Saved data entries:
++++

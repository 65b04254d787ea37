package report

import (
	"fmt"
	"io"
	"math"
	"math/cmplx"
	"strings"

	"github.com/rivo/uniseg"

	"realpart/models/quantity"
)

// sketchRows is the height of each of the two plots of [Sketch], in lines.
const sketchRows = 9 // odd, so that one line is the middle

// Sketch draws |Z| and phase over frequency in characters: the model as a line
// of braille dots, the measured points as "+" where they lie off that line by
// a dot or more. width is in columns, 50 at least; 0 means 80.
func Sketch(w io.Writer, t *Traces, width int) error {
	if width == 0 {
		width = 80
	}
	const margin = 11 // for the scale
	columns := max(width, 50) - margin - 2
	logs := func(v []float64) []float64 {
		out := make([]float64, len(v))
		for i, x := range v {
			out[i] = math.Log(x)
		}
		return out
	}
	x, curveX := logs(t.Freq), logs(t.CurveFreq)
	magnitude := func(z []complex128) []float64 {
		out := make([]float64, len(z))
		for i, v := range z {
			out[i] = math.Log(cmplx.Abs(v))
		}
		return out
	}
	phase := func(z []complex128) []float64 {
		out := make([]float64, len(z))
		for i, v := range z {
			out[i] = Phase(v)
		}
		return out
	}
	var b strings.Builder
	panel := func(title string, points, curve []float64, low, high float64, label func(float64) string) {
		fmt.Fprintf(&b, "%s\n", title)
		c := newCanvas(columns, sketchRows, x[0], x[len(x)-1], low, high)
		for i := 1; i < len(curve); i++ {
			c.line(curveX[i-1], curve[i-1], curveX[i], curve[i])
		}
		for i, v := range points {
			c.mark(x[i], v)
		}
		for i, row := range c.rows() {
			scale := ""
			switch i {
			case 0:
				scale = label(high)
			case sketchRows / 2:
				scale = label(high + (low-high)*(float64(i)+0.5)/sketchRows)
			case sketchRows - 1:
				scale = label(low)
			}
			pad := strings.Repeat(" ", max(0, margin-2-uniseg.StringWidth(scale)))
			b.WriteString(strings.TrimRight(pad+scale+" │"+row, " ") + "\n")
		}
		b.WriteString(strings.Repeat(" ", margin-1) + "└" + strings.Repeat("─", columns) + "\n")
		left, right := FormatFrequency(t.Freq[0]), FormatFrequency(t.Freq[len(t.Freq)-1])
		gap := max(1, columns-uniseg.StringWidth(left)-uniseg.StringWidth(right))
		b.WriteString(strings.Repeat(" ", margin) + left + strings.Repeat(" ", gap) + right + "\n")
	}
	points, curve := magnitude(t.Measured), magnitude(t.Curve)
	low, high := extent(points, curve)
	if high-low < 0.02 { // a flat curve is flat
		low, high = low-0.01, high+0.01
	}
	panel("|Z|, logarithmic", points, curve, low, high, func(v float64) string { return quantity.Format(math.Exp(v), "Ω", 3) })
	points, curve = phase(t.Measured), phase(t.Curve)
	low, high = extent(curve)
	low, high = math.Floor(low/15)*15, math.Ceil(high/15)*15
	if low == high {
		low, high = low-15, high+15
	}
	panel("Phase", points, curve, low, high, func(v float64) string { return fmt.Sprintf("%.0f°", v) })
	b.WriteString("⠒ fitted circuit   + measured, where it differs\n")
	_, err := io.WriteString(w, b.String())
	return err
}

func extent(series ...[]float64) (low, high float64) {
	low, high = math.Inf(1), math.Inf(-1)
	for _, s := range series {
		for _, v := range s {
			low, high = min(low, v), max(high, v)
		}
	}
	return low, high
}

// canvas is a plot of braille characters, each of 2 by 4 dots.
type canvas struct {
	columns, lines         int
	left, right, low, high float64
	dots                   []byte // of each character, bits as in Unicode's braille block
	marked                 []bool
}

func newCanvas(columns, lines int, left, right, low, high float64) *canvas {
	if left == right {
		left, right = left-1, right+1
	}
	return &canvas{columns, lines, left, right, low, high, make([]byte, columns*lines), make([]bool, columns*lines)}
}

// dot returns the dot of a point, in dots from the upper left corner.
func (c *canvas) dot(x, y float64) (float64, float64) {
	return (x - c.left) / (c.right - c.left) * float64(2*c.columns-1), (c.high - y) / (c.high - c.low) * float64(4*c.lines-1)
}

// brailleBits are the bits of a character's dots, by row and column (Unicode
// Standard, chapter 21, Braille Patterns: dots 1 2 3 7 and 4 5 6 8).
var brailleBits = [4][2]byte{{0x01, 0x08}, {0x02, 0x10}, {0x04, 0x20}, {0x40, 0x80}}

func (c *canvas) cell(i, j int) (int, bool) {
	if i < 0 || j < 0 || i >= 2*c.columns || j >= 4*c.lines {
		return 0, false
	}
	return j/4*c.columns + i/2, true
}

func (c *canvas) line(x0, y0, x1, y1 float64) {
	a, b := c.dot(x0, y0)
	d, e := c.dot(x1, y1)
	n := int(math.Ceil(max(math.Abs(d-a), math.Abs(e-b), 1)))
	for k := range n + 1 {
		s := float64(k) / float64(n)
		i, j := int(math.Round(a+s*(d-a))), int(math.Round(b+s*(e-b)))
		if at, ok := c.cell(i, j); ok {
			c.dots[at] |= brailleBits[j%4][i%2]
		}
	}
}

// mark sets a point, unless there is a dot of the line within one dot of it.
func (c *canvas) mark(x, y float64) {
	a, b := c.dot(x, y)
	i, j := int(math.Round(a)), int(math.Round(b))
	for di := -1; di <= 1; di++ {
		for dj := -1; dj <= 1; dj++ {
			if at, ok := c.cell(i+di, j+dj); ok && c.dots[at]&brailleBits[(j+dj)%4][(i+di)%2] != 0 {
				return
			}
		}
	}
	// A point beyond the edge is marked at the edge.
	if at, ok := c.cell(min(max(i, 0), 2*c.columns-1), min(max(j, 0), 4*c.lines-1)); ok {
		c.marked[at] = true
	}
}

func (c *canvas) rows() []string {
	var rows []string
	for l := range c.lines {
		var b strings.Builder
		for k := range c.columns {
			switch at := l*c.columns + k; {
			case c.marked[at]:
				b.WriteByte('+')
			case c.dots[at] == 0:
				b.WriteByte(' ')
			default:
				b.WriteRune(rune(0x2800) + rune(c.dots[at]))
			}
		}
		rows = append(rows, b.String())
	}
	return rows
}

++++

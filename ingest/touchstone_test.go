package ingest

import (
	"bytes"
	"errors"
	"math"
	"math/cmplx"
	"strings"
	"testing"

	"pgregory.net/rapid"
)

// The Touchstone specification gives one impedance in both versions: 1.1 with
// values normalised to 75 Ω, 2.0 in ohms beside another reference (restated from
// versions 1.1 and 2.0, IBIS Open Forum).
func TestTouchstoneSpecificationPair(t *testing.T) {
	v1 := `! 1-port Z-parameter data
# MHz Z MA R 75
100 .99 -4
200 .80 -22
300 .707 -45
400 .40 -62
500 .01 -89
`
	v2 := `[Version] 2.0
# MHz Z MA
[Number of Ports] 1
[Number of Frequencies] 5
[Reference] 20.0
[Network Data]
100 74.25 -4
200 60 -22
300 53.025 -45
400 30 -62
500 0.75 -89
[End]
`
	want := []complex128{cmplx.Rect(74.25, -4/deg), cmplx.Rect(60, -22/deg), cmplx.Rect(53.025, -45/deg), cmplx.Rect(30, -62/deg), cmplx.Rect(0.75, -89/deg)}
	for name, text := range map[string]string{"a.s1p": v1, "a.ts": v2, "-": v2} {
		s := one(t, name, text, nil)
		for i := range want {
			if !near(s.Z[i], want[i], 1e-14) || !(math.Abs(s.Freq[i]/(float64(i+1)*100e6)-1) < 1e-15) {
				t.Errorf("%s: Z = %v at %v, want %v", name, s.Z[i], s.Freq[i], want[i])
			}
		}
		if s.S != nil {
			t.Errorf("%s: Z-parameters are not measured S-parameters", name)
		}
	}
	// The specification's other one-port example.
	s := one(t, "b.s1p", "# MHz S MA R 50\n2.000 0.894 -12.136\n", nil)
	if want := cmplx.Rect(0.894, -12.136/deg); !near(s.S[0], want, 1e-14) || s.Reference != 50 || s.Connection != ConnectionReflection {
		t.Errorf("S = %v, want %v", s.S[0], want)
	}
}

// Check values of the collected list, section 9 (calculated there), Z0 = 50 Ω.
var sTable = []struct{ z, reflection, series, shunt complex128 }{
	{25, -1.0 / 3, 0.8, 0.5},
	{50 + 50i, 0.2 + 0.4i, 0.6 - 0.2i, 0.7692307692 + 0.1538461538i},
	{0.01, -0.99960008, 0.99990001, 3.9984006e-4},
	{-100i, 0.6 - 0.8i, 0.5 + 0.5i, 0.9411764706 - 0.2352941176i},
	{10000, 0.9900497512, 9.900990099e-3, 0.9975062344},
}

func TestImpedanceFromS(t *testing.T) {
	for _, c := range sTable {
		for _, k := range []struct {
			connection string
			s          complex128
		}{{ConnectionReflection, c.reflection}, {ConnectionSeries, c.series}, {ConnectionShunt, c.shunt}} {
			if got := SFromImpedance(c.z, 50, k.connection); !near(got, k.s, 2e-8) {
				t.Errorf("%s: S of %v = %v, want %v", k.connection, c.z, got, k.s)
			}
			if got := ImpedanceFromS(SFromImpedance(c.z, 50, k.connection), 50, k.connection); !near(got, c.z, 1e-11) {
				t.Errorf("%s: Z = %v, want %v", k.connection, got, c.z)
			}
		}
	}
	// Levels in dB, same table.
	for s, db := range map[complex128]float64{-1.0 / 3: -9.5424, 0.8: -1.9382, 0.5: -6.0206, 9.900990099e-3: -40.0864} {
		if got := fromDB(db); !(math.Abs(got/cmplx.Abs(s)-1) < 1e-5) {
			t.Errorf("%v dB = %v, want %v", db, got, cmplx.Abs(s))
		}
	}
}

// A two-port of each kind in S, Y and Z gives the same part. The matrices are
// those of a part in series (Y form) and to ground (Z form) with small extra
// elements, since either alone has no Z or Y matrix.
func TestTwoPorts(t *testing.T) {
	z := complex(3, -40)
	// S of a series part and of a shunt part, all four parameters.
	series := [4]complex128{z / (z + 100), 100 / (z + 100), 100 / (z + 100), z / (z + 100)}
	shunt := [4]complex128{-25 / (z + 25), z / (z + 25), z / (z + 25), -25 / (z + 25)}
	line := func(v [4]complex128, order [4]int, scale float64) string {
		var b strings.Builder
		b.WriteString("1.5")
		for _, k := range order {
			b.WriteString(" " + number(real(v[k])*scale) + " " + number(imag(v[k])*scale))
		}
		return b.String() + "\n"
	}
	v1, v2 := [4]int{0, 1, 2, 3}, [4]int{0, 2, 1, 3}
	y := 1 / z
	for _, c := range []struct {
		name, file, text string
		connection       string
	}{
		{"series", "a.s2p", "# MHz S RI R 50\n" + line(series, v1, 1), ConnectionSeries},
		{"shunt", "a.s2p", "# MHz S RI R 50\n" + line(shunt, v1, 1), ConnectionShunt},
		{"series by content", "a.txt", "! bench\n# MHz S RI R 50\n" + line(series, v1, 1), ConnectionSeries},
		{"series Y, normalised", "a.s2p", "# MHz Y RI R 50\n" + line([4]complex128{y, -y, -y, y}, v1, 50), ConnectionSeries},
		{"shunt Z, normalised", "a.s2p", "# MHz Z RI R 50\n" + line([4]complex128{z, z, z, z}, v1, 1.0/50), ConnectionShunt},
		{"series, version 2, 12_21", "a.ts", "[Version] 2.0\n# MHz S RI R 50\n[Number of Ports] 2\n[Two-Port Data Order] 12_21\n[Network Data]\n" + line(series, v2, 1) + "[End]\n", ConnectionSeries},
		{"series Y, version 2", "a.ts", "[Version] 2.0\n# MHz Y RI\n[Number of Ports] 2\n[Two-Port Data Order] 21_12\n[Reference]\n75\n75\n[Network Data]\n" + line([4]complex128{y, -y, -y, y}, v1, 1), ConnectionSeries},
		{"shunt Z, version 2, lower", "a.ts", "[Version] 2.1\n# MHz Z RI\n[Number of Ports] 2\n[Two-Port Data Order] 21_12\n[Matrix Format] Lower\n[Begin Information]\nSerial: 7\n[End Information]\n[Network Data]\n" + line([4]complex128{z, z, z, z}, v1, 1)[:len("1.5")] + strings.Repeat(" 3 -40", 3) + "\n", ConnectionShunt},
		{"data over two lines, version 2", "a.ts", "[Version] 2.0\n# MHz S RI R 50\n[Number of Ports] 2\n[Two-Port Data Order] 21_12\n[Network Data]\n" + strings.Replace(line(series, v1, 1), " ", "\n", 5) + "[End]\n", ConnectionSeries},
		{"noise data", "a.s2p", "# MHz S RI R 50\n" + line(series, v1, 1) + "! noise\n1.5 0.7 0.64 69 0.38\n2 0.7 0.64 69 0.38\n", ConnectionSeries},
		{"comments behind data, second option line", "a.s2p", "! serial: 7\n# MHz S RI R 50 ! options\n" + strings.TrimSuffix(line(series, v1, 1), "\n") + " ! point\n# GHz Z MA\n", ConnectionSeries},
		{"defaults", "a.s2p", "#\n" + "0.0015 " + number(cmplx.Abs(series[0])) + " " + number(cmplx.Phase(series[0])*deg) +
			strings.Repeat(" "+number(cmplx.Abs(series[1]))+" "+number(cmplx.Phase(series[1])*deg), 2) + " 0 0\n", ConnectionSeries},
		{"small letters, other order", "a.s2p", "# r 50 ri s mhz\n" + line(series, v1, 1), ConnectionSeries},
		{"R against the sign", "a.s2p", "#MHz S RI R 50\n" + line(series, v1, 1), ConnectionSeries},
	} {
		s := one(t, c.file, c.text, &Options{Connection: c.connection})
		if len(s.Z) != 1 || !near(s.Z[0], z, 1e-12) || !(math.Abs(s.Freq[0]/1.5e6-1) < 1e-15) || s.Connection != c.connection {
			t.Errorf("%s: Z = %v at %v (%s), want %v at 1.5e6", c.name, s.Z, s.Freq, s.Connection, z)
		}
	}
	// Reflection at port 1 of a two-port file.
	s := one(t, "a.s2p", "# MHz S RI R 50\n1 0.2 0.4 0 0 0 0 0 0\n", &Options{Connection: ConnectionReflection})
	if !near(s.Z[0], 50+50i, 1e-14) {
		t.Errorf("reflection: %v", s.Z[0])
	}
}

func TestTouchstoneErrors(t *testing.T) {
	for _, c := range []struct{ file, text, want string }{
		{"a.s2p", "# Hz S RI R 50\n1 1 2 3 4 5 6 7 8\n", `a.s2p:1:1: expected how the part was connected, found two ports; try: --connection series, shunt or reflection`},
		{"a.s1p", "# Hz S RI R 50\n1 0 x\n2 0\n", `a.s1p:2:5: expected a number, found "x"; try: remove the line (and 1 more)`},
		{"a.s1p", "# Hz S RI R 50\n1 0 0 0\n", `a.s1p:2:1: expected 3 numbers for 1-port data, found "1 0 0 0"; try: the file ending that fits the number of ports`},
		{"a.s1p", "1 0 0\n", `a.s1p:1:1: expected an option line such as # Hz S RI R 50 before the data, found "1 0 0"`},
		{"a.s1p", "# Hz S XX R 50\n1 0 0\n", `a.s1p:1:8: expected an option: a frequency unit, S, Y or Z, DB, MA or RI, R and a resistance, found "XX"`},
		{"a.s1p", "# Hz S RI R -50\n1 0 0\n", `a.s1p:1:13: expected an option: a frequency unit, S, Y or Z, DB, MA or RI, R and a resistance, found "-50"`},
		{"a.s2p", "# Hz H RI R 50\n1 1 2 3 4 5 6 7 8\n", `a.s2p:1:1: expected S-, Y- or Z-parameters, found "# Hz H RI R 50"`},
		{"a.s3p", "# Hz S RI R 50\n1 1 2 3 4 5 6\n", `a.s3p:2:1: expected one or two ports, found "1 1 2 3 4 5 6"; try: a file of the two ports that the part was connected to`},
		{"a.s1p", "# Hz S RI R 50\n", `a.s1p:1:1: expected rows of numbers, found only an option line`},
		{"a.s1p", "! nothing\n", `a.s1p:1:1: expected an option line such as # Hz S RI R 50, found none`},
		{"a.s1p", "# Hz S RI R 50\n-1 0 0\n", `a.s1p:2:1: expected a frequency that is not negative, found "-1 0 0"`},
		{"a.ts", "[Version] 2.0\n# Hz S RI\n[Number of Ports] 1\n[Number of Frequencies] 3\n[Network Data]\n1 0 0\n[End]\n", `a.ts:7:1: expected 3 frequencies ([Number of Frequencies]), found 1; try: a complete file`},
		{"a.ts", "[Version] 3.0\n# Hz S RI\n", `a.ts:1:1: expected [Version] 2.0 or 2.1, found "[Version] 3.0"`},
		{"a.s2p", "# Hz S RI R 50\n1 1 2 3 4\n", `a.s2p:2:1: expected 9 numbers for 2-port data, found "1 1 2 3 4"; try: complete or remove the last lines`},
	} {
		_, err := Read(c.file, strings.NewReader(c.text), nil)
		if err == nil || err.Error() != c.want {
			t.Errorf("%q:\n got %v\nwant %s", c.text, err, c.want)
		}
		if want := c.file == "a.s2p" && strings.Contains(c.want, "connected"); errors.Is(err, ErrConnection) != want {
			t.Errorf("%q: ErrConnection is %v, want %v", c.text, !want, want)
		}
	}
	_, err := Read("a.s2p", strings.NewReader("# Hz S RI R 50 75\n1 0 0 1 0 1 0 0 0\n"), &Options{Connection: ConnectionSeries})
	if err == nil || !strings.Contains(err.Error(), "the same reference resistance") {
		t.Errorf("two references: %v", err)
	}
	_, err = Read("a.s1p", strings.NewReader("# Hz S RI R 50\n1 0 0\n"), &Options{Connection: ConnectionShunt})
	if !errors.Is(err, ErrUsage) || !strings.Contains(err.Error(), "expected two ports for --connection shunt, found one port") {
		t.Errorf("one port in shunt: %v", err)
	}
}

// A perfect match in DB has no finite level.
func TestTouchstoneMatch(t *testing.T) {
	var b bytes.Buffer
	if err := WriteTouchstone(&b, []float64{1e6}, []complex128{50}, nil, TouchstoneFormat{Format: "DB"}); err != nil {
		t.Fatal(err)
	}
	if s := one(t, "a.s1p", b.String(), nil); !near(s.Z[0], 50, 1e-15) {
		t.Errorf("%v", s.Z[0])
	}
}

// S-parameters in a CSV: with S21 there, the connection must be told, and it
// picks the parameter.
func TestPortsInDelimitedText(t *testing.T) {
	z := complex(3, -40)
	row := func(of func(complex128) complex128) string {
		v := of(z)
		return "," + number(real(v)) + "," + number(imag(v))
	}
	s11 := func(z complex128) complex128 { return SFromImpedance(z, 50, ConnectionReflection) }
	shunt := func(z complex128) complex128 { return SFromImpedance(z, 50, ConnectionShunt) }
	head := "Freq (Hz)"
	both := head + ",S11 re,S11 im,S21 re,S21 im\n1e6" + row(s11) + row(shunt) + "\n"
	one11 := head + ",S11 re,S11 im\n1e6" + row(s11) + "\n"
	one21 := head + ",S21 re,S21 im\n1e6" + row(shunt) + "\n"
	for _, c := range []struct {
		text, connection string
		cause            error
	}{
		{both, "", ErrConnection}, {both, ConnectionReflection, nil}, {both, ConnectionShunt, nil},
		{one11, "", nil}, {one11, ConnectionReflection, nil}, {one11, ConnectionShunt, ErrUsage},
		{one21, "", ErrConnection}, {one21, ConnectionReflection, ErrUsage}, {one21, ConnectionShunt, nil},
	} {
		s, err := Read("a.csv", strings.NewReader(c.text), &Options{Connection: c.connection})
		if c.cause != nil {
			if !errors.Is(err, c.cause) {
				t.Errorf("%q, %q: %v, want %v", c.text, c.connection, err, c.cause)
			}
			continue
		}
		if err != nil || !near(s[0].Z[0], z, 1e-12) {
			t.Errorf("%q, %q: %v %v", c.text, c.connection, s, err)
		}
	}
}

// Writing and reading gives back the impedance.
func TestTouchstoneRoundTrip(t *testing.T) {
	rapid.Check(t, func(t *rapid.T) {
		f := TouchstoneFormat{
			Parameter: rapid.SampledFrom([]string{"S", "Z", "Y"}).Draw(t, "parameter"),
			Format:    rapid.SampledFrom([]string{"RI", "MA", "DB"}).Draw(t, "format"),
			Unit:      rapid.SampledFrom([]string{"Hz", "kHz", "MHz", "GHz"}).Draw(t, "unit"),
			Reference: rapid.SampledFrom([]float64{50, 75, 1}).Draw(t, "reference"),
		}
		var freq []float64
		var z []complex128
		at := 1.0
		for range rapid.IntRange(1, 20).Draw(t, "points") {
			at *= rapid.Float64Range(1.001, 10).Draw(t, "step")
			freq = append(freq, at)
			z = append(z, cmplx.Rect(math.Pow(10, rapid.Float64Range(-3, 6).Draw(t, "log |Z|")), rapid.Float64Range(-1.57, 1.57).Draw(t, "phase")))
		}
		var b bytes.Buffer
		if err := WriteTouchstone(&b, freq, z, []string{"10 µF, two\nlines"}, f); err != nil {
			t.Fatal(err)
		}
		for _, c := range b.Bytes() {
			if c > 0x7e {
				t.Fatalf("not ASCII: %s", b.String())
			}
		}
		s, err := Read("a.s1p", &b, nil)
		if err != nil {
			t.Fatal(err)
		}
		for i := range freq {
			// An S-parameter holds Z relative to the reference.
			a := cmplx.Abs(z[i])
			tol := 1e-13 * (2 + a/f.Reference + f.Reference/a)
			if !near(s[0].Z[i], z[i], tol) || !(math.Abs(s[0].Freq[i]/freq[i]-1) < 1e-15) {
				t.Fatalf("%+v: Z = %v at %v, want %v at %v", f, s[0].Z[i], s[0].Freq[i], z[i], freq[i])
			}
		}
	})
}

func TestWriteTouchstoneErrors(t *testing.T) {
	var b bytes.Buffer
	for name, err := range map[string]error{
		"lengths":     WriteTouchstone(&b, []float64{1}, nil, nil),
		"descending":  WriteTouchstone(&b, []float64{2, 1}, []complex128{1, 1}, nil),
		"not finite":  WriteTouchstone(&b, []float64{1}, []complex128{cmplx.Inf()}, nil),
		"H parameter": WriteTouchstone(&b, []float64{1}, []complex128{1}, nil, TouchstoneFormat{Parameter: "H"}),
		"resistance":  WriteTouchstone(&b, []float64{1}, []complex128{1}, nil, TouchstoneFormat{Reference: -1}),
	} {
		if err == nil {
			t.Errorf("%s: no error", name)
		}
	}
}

++++

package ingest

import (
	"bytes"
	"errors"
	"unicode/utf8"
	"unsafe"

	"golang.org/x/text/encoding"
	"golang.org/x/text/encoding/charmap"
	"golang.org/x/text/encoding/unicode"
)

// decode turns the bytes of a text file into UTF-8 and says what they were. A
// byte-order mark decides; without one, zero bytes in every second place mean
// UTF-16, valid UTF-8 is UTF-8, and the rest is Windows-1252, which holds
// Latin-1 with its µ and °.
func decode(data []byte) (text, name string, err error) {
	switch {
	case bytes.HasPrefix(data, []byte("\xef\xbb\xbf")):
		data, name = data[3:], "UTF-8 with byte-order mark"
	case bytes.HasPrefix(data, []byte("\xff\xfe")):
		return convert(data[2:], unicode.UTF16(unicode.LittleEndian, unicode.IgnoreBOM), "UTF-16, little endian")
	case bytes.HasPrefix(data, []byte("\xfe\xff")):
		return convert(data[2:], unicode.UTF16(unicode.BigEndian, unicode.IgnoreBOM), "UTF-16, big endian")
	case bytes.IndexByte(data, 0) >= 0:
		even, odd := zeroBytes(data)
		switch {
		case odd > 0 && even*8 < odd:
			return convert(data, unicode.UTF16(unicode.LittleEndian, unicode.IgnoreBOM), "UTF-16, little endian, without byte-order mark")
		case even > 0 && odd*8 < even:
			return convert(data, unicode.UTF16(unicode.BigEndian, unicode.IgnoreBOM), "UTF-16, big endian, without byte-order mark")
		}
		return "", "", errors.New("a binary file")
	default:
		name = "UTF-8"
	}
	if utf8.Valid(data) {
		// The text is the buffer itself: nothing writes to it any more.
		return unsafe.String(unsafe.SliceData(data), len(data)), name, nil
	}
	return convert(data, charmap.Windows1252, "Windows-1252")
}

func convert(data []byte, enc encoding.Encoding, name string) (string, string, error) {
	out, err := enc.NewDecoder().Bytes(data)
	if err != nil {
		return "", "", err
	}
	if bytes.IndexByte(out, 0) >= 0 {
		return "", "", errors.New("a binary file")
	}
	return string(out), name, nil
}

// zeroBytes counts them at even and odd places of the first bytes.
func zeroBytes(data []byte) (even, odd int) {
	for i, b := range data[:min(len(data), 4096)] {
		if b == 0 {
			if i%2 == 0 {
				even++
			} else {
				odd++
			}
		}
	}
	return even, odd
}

++++

PROBLEM STATEMENT
Look back at the entries above. Retype the line with "repository 65b04254d787ea37", the line with "model as a line", and all lines in between.

ANSWER
repository 65b04254d787ea37
package report

import (
	"fmt"
	"io"
	"math"
	"math/cmplx"
	"strings"

	"github.com/rivo/uniseg"

	"realpart/models/quantity"
)

// sketchRows is the height of each of the two plots of [Sketch], in lines.
const sketchRows = 9 // odd, so that one line is the middle

// Sketch draws |Z| and phase over frequency in characters: the model as a line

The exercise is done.